A poem a day in April from Rutgers English PhD students and friends.

Sunday, April 19, 2015

today I finally clean, and I think,
I think and I clean and I believe
that this is really how we tell time,
by our throwing things out—
not by clocks or beats or lyric
or the sun showering us in day. 

we breathe the same, in, out,
we move the same, to, from;
bleed, blink, speak and listen,
and we think the same, too,
thank the same, drink our love
the same, always the same:

in hope and fear, passion and wear,
in style and humors, look and stare,
in being and dying, image and air;
in moments shared and loneliness,
in hugs and kisses and forgetfulness,
in kind words, gestures and wastefulness. 

I have been reading of the panegyrics,
the praise poems of my people,
those men of courts and courtesy,
and I wonder if I've thrown them out,
along with the beloved and cherished,
or if I'm sifting through metaphorical trash. 

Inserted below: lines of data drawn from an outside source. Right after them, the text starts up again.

import { afterAll, beforeAll, describe, expect, it } from 'vitest'
import { DOORS } from '@/tests/api/authorisation-table'
import { newClient, signIn, type Client } from '@/tests/setup/client'
import { seedMember, startServer, type TestServer } from '@/tests/setup/server'

let server: TestServer
let owner: Client
/** Asked for by name, which an answer may repeat; the other one is data. */
let tree: { id: string; tag: string }
let other: { tag: string }

beforeAll(async () => {
  server = await startServer()
  const { buildFoundry, buildTree } = await import('@/tests/factories/shell-room')
  const foundry = await buildFoundry()
  tree = await buildTree(foundry)
  other = await buildTree(foundry)
  const { email, password } = await seedMember('owner')
  owner = await signIn(server.baseUrl, email, password)
})
afterAll(() => server.stop())

const SECURITY = [
  'content-security-policy',
  'cross-origin-opener-policy',
  'cross-origin-resource-policy',
  'permissions-policy',
  'referrer-policy',
  'strict-transport-security',
  'x-content-type-options',
  'x-frame-options',
  'x-powered-by',
]

/** The headers that matter, with the nonce of this answer left out. */
function securityOf({ headers }: Response): Record<string, string> {
  const present = SECURITY.flatMap((name) => {
    const value = headers.get(name)
    return value === null ? [] : [[name, value.replaceAll(/'nonce-[A-Za-z0-9+/=]{24}'/g, "'nonce'")]]
  })
  return Object.fromEntries(present) as Record<string, string>
}

const EVERYWHERE = {
  'cross-origin-opener-policy': 'same-origin',
  'cross-origin-resource-policy': 'same-origin',
  'permissions-policy': 'camera=(), microphone=(), geolocation=(), payment=(), usb=(), screen-wake-lock=(self)',
  'referrer-policy': 'same-origin',
  'x-content-type-options': 'nosniff',
  'x-frame-options': 'DENY',
}
const PAGE = {
  ...EVERYWHERE,
  'content-security-policy':
    "default-src 'self'; script-src 'self' 'nonce' 'strict-dynamic'; style-src-elem 'self' 'nonce'; style-src-attr 'unsafe-inline'; " +
    "style-src 'self' 'unsafe-inline'; img-src 'self' data: blob:; font-src 'self'; connect-src 'self'; worker-src 'self'; " +
    "manifest-src 'self'; frame-src 'none'; object-src 'none'; base-uri 'none'; form-action 'self'; frame-ancestors 'none'",
}
const NOT_A_PAGE = {
  ...EVERYWHERE,
  'content-security-policy': "default-src 'none'; style-src 'unsafe-inline'; base-uri 'none'; form-action 'none'; frame-ancestors 'none'",
}

describe('an answer carries the headers of its kind:', () => {
  it.each([
    ['a page', '/sign-in', 200],
    ['a page for members', '/floor', 200],
    ['a page that leads elsewhere', '/', 307],
    ['a page that is not there', '/nowhere/at/all', 404],
  ])('%s', async (_kind, path, status) => {
    const response = await owner.fetch(path)
    expect(response.status).toBe(status)
    expect(securityOf(response)).toEqual(PAGE)
  })

  it('a page that sends to the sign-in', async () => {
    const response = await newClient(server.baseUrl).fetch('/trees')
    expect(response.status).toBe(307)
    expect(securityOf(response)).toEqual(PAGE)
  })

  it.each([
    ['an answer of the API', '/api/health', 200],
    ['a refusal', '/api/v1/no/such/door', 404],
    ['the API to a member', '/api/v1/queue', 200],
    ['next-auth', '/api/auth/session', 200],
    ['the manifest', '/manifest.webmanifest', 200],
    ['a picture', '/icons/icon.svg', 200],
    ['the icon that a browser asks for by itself', '/favicon.ico', 200],
  ])('%s', async (_kind, path, status) => {
    const response = await owner.fetch(path)
    expect(response.status).toBe(status)
    expect(securityOf(response)).toEqual(NOT_A_PAGE)
  })

  it('the service worker, whose policy lets it ask the API', async () => {
    const response = await owner.fetch('/sw.js')
    expect(securityOf(response)).toEqual({
      ...NOT_A_PAGE,
      'content-security-policy': `${NOT_A_PAGE['content-security-policy']}; connect-src 'self'`,
    })
  })

  it('a page and a door that fail', async () => {
    const { database } = await import('@/models')
    await database.query('ALTER TABLE sessions RENAME TO sessions_away')
    try {
      const [page, door] = [await owner.fetch('/floor'), await owner.fetch('/api/v1/queue')]
      expect([page.status, door.status]).toEqual([500, 500])
      expect(securityOf(page)).toEqual(PAGE)
      expect(securityOf(door)).toEqual(NOT_A_PAGE)
    } finally {
      await database.query('ALTER TABLE sessions_away RENAME TO sessions')
    }
  })
})

describe('an answer is packed once', () => {
  it.each(['/api/v1/queue', '/api/v1/openapi.json', '/floor'])('%s', async (path) => {
    const [plain, packed] = await Promise.all(
      ['identity', 'gzip, deflate, br'].map((encoding) => owner.fetch(path, { headers: { 'accept-encoding': encoding } })),
    )
    expect(packed!.headers.get('content-encoding')).toMatch(/^(?:gzip|br)$/)
    const start = (await plain!.text()).slice(0, 5)
    expect((await packed!.text()).slice(0, 5)).toBe(start)
    expect(start).toMatch(/^[{<]/)
  })
})

describe('the nonce', () => {
  it('is another one for each answer, and on every script and style sheet of a page', async () => {
    const nonces = new Set<string>()
    for (const path of ['/sign-in', '/floor', '/trees', '/nowhere']) {
      const response = await owner.fetch(path)
      const [, nonce = ''] = /'nonce-([^']+)'/.exec(response.headers.get('content-security-policy') ?? '') ?? []
      expect(nonce).toMatch(/^[A-Za-z0-9+/=]{24}$/)
      nonces.add(nonce)
      const html = await response.text()
      const tags = [...html.matchAll(/<(?:script|style)\b[^>]*>|<link\b[^>]*rel="stylesheet"[^>]*>/g)].map(([tag]) => tag)
      expect(tags.length).toBeGreaterThan(3)
      expect(tags.filter((tag) => !tag.includes(`nonce="${nonce}"`))).toEqual([])
    }
    expect(nonces.size).toBe(4)
  })

  it('is not one that the client sends', async () => {
    const response = await owner.fetch('/sign-in', { headers: { 'content-security-policy': "script-src 'nonce-mine'", 'x-nonce': 'mine' } })
    expect(response.headers.get('content-security-policy')).not.toContain('mine')
    expect(await response.text()).not.toContain('nonce="mine"')
  })
})

// Conditions by which matchers of a proxy are often skipped.
const SKIPS: Record<string, string>[] = [
  { 'next-router-prefetch': '1' },
  { purpose: 'prefetch' },
  { 'sec-purpose': 'prefetch' },
  { rsc: '1' },
  { rsc: '1', 'next-router-prefetch': '1', 'next-router-segment-prefetch': '/_tree' },
  { 'x-middleware-subrequest': 'proxy:proxy:proxy:proxy:proxy' },
  { 'x-middleware-prefetch': '1' },
  { 'x-nextjs-data': '1' },
]
const guarded = DOORS.filter(({ who, method }) => who !== 'anybody' && (method === 'GET' || method === 'PAGE'))

describe.each(SKIPS)('a stranger who sends %j', (headers) => {
  it('gets no data from any page or door', async () => {
    const stranger = newClient(server.baseUrl)
    for (const { route, example } of guarded) {
      const response = await stranger.fetch((example ?? route).replaceAll(/\[[^\]]+\]/g, tree.id).replace('KW-1', tree.tag), { headers })
      const text = await response.text()
      expect(text, route).not.toContain(other.tag)
      expect(text, route).not.toContain('Test foundry')
      expect(text, route).not.toContain('Olga Owner')
      expect([200, 204, 304, 307, 401, 404], route).toContain(response.status)
    }
  })

  it('still gets a policy with every page', async () => {
    const response = await newClient(server.baseUrl).fetch('/sign-in', { headers })
    expect(response.headers.get('content-security-policy')).toContain("'strict-dynamic'")
  })
})

it('https: browsers are told to stay with it; http: they are not', async () => {
  expect((await owner.fetch('/sign-in')).headers.has('strict-transport-security')).toBe(false)
  const secure = await startServer({ env: { NEXTAUTH_URL: 'https://shellroom.example' } })
  try {
    const { headers } = await newClient(secure.baseUrl).fetch('/sign-in')
    expect(headers.get('strict-transport-security')).toBe('max-age=63072000')
    expect(headers.get('content-security-policy')).toContain('upgrade-insecure-requests')
  } finally {
    await secure.stop()
    process.env['DATA_DIR'] = server.dataDir
  }
})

they would always seem to begin in loss,
followed by journeys and perseverance,
and endings in victory, pride, and eternity. 
is my loss become the immortal, then,
if I am not going to turn back time,
or resurrect the dead and restore names?—

I wouldn't throw myself away and believe it
as I saw the dust in the sunlight scattering,
as I rushed over blank pages in pen. 
when suddenly everything was worthy,
and I could give the song birds voice,
or make budding April sing to me. 

I just had to clean things up a little bit, 
filter out the noise and come to it,
the advancing moment ready to bloom 
where my own thoughts scatter, too, wavelike:
leaving me in every direction at war,
making me into my only light, pacified.